Work task ::
In the records, find every line with the word "ApiBearerAuth" and copy it out.

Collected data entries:
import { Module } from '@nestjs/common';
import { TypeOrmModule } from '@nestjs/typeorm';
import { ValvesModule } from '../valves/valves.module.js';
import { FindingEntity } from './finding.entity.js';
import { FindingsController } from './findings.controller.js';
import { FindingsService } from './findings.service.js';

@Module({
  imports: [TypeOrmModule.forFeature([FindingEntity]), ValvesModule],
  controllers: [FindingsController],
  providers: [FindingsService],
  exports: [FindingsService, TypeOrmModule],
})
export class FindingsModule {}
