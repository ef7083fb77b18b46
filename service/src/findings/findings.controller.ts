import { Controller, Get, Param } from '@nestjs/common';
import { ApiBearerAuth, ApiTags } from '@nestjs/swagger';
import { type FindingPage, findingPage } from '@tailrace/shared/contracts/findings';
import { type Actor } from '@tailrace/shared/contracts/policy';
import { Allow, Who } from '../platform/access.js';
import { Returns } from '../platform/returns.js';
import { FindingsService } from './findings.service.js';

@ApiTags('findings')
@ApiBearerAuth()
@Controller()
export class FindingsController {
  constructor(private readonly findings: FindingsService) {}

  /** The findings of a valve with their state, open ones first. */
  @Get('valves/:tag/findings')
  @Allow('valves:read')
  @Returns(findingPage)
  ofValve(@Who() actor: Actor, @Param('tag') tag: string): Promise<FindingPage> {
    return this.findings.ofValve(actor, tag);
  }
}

Written solution ::
import { ApiBearerAuth, ApiTags } from '@nestjs/swagger';
@ApiBearerAuth()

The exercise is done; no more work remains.